BEGIN Data in this exercise

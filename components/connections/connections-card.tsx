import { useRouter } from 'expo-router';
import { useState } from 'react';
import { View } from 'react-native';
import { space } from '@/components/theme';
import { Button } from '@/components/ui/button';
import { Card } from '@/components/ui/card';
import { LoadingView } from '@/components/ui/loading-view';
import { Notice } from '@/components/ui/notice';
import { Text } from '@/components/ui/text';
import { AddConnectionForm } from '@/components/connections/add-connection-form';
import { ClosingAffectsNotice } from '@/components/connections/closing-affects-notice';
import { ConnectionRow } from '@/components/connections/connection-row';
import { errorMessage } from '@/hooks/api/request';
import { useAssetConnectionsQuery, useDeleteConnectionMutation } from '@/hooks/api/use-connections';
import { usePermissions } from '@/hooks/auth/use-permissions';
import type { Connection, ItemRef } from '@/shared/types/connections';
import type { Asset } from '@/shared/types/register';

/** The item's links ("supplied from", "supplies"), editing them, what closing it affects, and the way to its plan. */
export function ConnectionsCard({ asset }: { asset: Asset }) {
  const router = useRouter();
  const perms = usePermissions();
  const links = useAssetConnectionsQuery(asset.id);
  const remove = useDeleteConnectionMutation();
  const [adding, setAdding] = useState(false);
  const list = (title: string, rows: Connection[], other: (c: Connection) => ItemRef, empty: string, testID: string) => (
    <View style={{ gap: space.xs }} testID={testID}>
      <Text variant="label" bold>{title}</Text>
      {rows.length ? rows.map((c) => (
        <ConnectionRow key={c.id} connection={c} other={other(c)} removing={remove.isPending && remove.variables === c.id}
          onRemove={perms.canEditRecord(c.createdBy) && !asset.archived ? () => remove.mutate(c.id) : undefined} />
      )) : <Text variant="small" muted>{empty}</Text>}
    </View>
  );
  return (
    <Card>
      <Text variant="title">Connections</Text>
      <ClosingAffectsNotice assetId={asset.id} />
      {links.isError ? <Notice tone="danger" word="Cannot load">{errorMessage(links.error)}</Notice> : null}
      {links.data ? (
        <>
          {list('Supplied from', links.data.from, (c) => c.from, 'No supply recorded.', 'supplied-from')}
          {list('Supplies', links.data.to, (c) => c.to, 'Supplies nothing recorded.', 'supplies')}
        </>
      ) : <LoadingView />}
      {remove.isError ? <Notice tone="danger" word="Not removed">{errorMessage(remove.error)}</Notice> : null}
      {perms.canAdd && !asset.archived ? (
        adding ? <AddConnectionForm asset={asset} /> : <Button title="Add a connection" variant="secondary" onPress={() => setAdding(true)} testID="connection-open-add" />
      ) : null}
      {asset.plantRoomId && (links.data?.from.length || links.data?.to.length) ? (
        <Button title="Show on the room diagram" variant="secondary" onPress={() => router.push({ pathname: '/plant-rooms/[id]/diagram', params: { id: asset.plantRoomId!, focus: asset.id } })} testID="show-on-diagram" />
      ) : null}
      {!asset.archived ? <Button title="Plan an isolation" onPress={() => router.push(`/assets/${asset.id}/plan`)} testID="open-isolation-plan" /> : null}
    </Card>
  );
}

END Data in this exercise

# [Work request]
When the line with "const router = useRouter();" is reached in the data above, begin copying, and stop after the line with "const [adding, setAdding]"; copy each line exactly, both ends included.

# [Result of the task]
  const router = useRouter();
  const perms = usePermissions();
  const links = useAssetConnectionsQuery(asset.id);
  const remove = useDeleteConnectionMutation();
  const [adding, setAdding] = useState(false);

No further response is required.